I use Brass rail for display shelves.... Have some PVC Display rail too...... All my rail is 332 code for added Strength purposes.... 

For Aluminum I see corrosion & impact bend/kink problems.... Brass has corrosion related additional cleaning.... 

Dennis M from GBay, WI


----------



## Bob in Kalamazoo (Apr 2, 2009)

My railroad is almost totally brass code 332. It's been out for 7 years now in South West Michigan. I use DCC through the track power. I do have to clean the track occasionally, but not all that often. Usually I just push a dry wall sander pole with a scotch bright pad on it around the layout and it's ready to go. As long as you have good connections between track sections and enough power connections it should work fine.
Bob


----------



## c_wrobe901 (Nov 9, 2011)

Is the only side effect of brass rail tarnishing? If so then that's no big deal as long as it doesn't interfere with current flow.


----------



## San Juan (Jan 3, 2008)

If you end up not liking any of the three types of metals you've mentioned, there is also Nickel Silver. 
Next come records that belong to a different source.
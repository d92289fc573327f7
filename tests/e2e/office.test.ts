import { join } from "node:path";
import type { Browser, Locator, Page } from "playwright-core";
import { afterAll, beforeAll, describe, expect, it } from "vitest";
import { DEMO, signedIn } from "../support/accounts";
import { axeViolations, describeViolations } from "../support/axe";
import { launchBrowser, newContext, signInPage, snap } from "../support/browser";
import { sql } from "../support/db";
import { testEnv } from "../support/env";
import type { TestClient } from "../support/http";
import { paidPaymentWithCharge } from "../integration/office-fixtures";

let browser: Browser;

async function noAxeViolations(page: Page) {
  const violations = await axeViolations(page);
  expect(violations, `${page.url()}\n${describeViolations(violations)}`).toEqual([]);
}

// Fills a field and checks it holds exactly the value (a fill racing the page's hydration can append instead).
async function fill(field: Locator, value: string) {
  await expect
    .poll(async () => {
      await field.fill(value);
      return field.inputValue();
    })
    .toBe(value);
}

let api: TestClient;
let original: { values: Record<string, unknown> };

beforeAll(async () => {
  browser = await launchBrowser();
  api = await signedIn(DEMO.owner);
  original = (await (await api.get("/api/office/settings")).json()) as typeof original;
});
afterAll(async () => {
  // The shop goes back to its seeded identity for the other tests.
  const now = (await (await api.get("/api/office/settings")).json()) as { version: number };
  await api.request("/api/office/settings", { method: "PUT", json: { ...original.values, version: now.version } });
  await browser?.close();
});

describe("the shop owner runs the office", () => {
  it("edits settings, is stopped from a careless full warranty, and keeps both edits visible when someone saved first", async () => {
    const ctx = await newContext(browser);
    const page = await ctx.newPage();
    await signInPage(page, DEMO.owner.email, DEMO.owner.password);
    await page.goto("/office/settings");
    await expect.poll(() => page.getByRole("heading", { name: "Rates & policy" }).count()).toBe(1);
    // The form fills its fields as it starts in the browser: wait for that, then read them.
    await expect.poll(() => page.getByLabel("Labour rate").inputValue()).toBe("90.00");
    expect(await page.getByLabel("Tax on parts").inputValue()).toBe("8.00");
    await snap(page, "office-01-settings");
    await noAxeViolations(page);

    await fill(page.getByLabel("Phone"), "+1 555 0177");
    await page.getByLabel(/Full warranty/).check();
    await expect.poll(() => page.getByText("Calling it a full warranty is a promise").count()).toBe(1);
    await page.getByRole("button", { name: "Save settings" }).click();
    await expect.poll(() => page.getByText(/Confirm that these terms meet the minimum standards/).count()).toBeGreaterThan(0);
    await snap(page, "office-02-full-warranty-refused");
    await noAxeViolations(page);
    await page.getByLabel(/Limited warranty/).check();
    await page.getByRole("button", { name: "Save settings" }).click();
    await expect.poll(() => page.getByText(/^Saved at/).count()).toBe(1);
    const [row] = await sql<{ phone: string; designation: string }>(
      `select phone, policy->'warranty'->>'designation' as designation from shop_settings where id = 'shop'`,
    );
    expect(row).toEqual({ phone: "+1 555 0177", designation: "limited" });

    // A second tab saves first; the first tab's save is refused and its edits stay in the form.
    const other = await ctx.newPage();
    await other.goto("/office/settings");
    await fill(other.getByLabel("Phone"), "+1 555 0188");
    await other.getByRole("button", { name: "Save settings" }).click();
    await expect.poll(() => other.getByText(/^Saved at/).count()).toBe(1);

    await fill(page.getByLabel("Labour rate"), "92.50");
    await page.getByRole("button", { name: "Save settings" }).click();
    await expect.poll(() => page.getByText("Someone else saved first").count()).toBe(1);
    expect(await page.getByLabel("Labour rate").inputValue()).toBe("92.50");
    await snap(page, "office-03-stale-save");
    await page.screenshot({ path: join(testEnv.artifacts, "screenshots", "office-03b-stale-notice.png") });
    await page.getByRole("button", { name: "Save my version over theirs" }).click();
    await expect.poll(() => page.getByText(/^Saved at/).count()).toBe(1);
    const [after] = await sql<{ rate: number; phone: string }>(
      `select (policy->>'labourRateMinorPerHour')::int as rate, phone from shop_settings where id = 'shop'`,
    );
    expect(after).toEqual({ rate: 9250, phone: "+1 555 0177" });
    await ctx.close();
  });

  it("refunds part of a payment and sees it confirmed", async () => {
    const { paymentId } = await paidPaymentWithCharge(15_000);
    const ctx = await newContext(browser);
    const page = await ctx.newPage();
    await signInPage(page, DEMO.owner.email, DEMO.owner.password);
    await page.goto("/office/payments?status=paid");
    await snap(page, "office-04-payments");
    await noAxeViolations(page);
    await page.locator(`a[href="/office/payments/${paymentId}"]`).click();
    await page.waitForURL(new RegExp(`/office/payments/${paymentId}$`));
    await fill(page.getByLabel(/Amount to refund/), "200.00");
    await fill(page.getByLabel("Reason"), "Customer kept the original cord");
    // The kind is asked, never assumed: a return and a price reduction mean different things for the account.
    await page.getByRole("button", { name: "Refund this amount" }).click();
    await expect.poll(() => page.getByText(/^Kind: choose whether/).count()).toBe(1);
    await page.getByLabel("Lower the price (goodwill) and give that back").check();
    await page.getByRole("button", { name: "Refund this amount" }).click();
    await page.getByRole("button", { name: "Yes, refund USD 200.00" }).click();
    await expect.poll(() => page.getByText(/At most USD 150\.00/).count()).toBeGreaterThan(0);
    await fill(page.getByLabel(/Amount to refund/), "35.00");
    await page.getByRole("button", { name: "Refund this amount" }).click();
    // Nothing is sent until the owner confirms a message that names the amount, the customer and the e-mail.
    const confirm = page.getByRole("alertdialog");
    await expect
      .poll(() => confirm.textContent())
      .toMatch(
        /Refund USD 35\.00 of .+'s payment for job KL-\d+, lowering the price by that amount\? A refund cannot be undone\. We e-mail/,
      );
    const [before] = await sql<{ n: number }>("select count(*)::int as n from refund where payment_id = $1", [paymentId]);
    expect(before!.n).toBe(0);
    await page.getByRole("button", { name: "Yes, refund USD 35.00" }).click();
    await expect.poll(() => page.getByText(/Refund of USD 35\.00 sent to the processor/).count()).toBe(1);
    await expect.poll(() => page.getByTestId("refunded-so-far").textContent(), { timeout: 20_000 }).toBe("USD 35.00");
    await expect.poll(() => page.getByRole("cell", { name: /Refunded/ }).count()).toBe(1);
    await snap(page, "office-05-refund-confirmed");
    await noAxeViolations(page);
    await ctx.close();
  });

  it("reads the audit log and the reports", async () => {
    const ctx = await newContext(browser);
    const page = await ctx.newPage();
    await signInPage(page, DEMO.owner.email, DEMO.owner.password);
    await page.goto("/office/audit");
    await page.getByLabel("Action").selectOption("settings.update");
    await page.getByRole("button", { name: "Show" }).click();
    await page.waitForURL(/action=settings\.update/);
    // Read as sentences with fields in words; the stored names stay behind a "Details" disclosure.
    expect(await page.getByRole("cell", { name: /changed the shop's rates and policy/ }).count()).toBeGreaterThan(0);
    expect(await page.getByText("Policy labour rate per hour").count()).toBeGreaterThan(0);
    expect(await page.getByText("policy.labourRateMinorPerHour").count()).toBe(0);
    await snap(page, "office-06-audit");
    await noAxeViolations(page);

    await page.goto("/office/reports");
    await expect.poll(() => page.locator(".recharts-surface").count()).toBeGreaterThanOrEqual(3);
    expect(await page.getByRole("table").count()).toBe(3);
    await snap(page, "office-07-reports");
    await noAxeViolations(page);

    await page.goto("/office");
    await snap(page, "office-08-overview");
    await noAxeViolations(page);
    await ctx.close();
  });
});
That's what we use. Specifically Llagas Creek. Has held up extremely well over several years. That's a good thing given the harsh weather we get at 8000' in the San Juan mountains of Southwest Colorado. But it is on the pricey side for track.


----------



## blueregal (Jan 3, 2008)

Posted By c_wrobe901 on 09 Nov 2011 07:33 PM 
Is the only side effect of brass rail tarnishing? If so then that's no big deal as long as it doesn't interfere with current flow. 

If you go with track power, you will have to get a pole cleaner, several topics on here about cleaning track, yes it does lose conductivity as well as all of em do. So if you use track /electricity you will be cleaning track whatever you pick, a couple 3 times a year or more. 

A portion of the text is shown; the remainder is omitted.